Wu Xing or Five Element theory is one of the cornerstones of Chinese medicine. Five Element theory sorts all things into a correspondence with one of the five elements. Each element has a relationship with the other elements. Some elements help to build up other elements, such as water nurturing wood. The other relationship is when elements inhibit other elements, such as fire inhibiting metal (by melting it). When the Five Elements are in balance, then there is health in the body.
The Five Element Qi Gong set uses the correspondences of the five elements with the five zang organs - the lungs, kidneys, liver, heart and spleen - to regulate the health of the practitioner. The postures open the corresponding meridians associated with each organ. They also gently massage each organ by moving the physical organs via their ligamentous connections to the body. Continued practice of this set will help balance the overall functioning of the organs, energizing you from the inside out.
Xing Yi Nei Gong
Mind-Intention Nei Gong
This set of health and longevity exercises was created by Wang Ji Wu, a famous martial artist and doctor of Traditional Chinese medicine. Wang, who lived to be over 100 years old, designed these exercises to serve as both a system of health exercises that would prevent illness and improve health and to be an adjunct to martial arts training. These sixteen simple exercises work the body from head to toe, combining breathing with gentle yet precise movements.
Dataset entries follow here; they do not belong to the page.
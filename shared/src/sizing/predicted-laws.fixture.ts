import { seekingLaws, type SeekingLawId } from '../seeking/seeking-laws.js';
import type { SeekingInput, SeekingLaw, SeekingState } from '../seeking/seeking-law.js';
import { PlantCourse } from './identify-plant.fixture.js';
import { lossAllowed, plantOf } from './sized-laws.cases.fixture.js';
import { sizeLaw } from './size-law.js';
import type { LawSize } from './law-size.types.js';

interface Seek {
  size: LawSize;
  path: number[][];
  /** Mean loss after four times of convergence, objective unit. */
  endLoss: number;
}

function seekOnce(
  lawId: SeekingLawId,
  at: { shape: number; tau: number; noise: number },
  side: number,
  seed: number,
): Seek {
  const plant = { ...plantOf(at.shape, at.tau, at.noise), best: at.shape === 0 ? [0] : [0, 0] };
  const { scanS, curvature } = plant;
  const size: LawSize = sizeLaw(
    lawId,
    {
      scanS,
      timeConstantsS: at.tau > 0 ? [at.tau] : [],
      noise: { sigma: at.noise },
      curvature,
      // A drift, however slow, keeps the gain of simultaneous perturbation from fading.
      actuators: curvature.map(() => ({ min: -50, max: 50, driftPerS: 1e-12 })),
    },
    { lossAllowed },
  );
  // The slow direction of the coupled shape lies across.
  const start = size.amplitudes.map((amplitude, i) => side * 3 * amplitude * (i === 0 ? 1 : -1));
  const parameters = lawId === 'spsa' ? { ...size.parameters, seed } : size.parameters;
  const law = seekingLaws[lawId] as unknown as SeekingLaw<object, SeekingState>;
  const state = law.init(parameters, start);
  const course = new PlantCourse(plant, seed, start);
  const input: SeekingInput = { objective: 0, isValid: true, constraint: -1e6, bound: 0 };
  const [path, applied] = [[] as number[][], [...start]];
  const scans = Math.ceil((size.predicted.convergenceS ?? 50 * size.ditherPeriodsS[0]!) / scanS);
  let loss = 0;
  for (let i = 0; i < 12 * scans; i += 1) {
    input.objective = course.scan(applied);
    law.step(state, input, scanS);
    for (let k = 0; k < applied.length; k += 1) applied[k] = state.estimate[k]! + state.dither[k]!;
    if (i < 3 * scans)
      path.push(Array.from(state.estimate, (value, k) => (side * value) / size.amplitudes[k]!));
    if (i >= 4 * scans) loss -= course.valueAt(applied);
  }
  return { size, path, endLoss: loss / (8 * scans) };
}

/** Simulated over predicted time to a tenth of the distance, without noise; half the difference of both sides. */
export function convergenceRatio(lawId: SeekingLawId, shape: number, tau: number): number {
  const seeds = lawId === 'spsa' ? 20 : 1;
  const runs = Array.from({ length: seeds }, (_, seed) =>
    [1, -1].map((side) => seekOnce(lawId, { shape, tau, noise: 0 }, side, seed + 1)),
  ).flat();
  const { size, path } = runs[0]!;
  const distanceAt = (i: number) =>
    Math.hypot(...path[i]!.map((_, k) => runs.reduce((sum, run) => sum + run.path[i]![k]!, 0) / runs.length));
  const target = 0.3 * Math.sqrt(path[0]!.length);
  const at = path.findIndex((_, i) => distanceAt(i) < target);
  return ((at + 1) * 0.1) / size.predicted.convergenceS!;
}

/** Simulated over predicted loss, ripple and noise together. */
export function lossRatio(
  lawId: SeekingLawId,
  shape: number,
  tau: number,
  noise: number,
  seeds: number,
): number {
  const runs = Array.from({ length: seeds }, (_, seed) =>
    seekOnce(lawId, { shape, tau, noise }, 1, seed + 1),
  );
  const { rippleLoss, noiseLoss } = runs[0]!.size.predicted;
  return runs.reduce((sum, { endLoss }) => sum + endLoss, 0) / seeds / (rippleLoss + (noiseLoss ?? 0));
}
The exercises take 20-30 minutes to perform and can be learned by almost anyone. When practiced daily, they have been shown to increase vitality, improve strength, coordination and balance. They can also calm the spirit, aid sleep, improve resistance to disease and reduce joint pain.
Recommended Text: Xing Yi Nei Gong: Xing Yi Health Maintenance and Internal Strength Development by Dan Miller and Tim Cartmell. This text has illustrations and descriptions of all of the exercises and is a wonderful adjunct to the instruction provided in the class. It is recommended, but not required.
Yi Jin Jing
Sinew Transforming Classic
The Yi Jin Jing (Sinew Transforming Classic) is one of the oldest recorded qi gong sets, dating back 2000 years. Diagrams of the exercises were found in the Mawang Dui Tombs and have been written about throughout Chinese history.
This Yi Jin Jing is widely believed to have been created by Bodhidharma and then further developed by the monks of the Shaolin temple. These exercises were designed as a complement to a meditation practice. They keep the body limber and strong, which balances the extended sitting found in meditation.
The version of the Yi Jin Jing that we teach has been further adapted to emphasize the tendon strengthening aspect of this set. This allows one to combine suppleness with strength. By strengthening the body, it becomes easier to ward off disease.
The Yi Jin Jing consists of 6 simple exercises. These exercises target the forearms, making them idea for people who work with computers, as a way to prevent repetitive stress injuries. They are equally ideal for body workers or anyone who works with their hands, as it strengthens the arms, particular for fine motor movements.